## Directions
Reading the records beneath this task, work out how many lines contain the word "metric" and reply with only that number.

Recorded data
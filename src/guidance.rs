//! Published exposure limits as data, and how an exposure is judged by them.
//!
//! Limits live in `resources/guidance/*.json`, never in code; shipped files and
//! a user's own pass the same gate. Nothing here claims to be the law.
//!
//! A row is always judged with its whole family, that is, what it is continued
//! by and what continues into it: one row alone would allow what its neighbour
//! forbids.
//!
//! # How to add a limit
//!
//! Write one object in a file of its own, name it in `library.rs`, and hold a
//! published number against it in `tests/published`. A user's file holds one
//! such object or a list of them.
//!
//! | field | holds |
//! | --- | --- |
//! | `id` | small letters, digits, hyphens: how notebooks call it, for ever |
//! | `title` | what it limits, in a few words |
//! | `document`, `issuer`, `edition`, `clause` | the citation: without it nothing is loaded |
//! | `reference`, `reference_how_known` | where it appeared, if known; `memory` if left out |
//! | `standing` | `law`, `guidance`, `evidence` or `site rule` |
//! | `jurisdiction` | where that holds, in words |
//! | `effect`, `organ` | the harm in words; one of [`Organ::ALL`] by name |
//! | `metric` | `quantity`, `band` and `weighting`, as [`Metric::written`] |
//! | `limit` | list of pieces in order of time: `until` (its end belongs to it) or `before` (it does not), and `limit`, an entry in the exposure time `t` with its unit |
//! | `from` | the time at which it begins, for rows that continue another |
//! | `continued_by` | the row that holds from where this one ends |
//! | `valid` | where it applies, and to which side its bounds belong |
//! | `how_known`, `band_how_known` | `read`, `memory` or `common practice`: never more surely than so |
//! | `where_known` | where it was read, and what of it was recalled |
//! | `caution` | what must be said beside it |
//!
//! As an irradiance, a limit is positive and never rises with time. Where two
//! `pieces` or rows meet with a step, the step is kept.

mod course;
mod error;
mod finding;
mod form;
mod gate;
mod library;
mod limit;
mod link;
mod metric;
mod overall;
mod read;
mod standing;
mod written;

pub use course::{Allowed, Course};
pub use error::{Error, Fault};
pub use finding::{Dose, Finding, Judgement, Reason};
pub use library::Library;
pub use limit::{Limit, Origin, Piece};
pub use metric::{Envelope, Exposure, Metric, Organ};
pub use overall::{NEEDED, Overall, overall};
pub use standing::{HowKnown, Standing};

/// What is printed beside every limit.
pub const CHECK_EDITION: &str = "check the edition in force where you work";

* * *

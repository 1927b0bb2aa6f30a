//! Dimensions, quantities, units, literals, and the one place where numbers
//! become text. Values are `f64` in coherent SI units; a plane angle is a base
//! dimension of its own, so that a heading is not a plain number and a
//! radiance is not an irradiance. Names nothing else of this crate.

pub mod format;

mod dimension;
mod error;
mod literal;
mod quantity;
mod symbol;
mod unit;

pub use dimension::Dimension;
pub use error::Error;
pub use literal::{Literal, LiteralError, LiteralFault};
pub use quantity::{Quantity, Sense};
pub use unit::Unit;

## Response to this task
3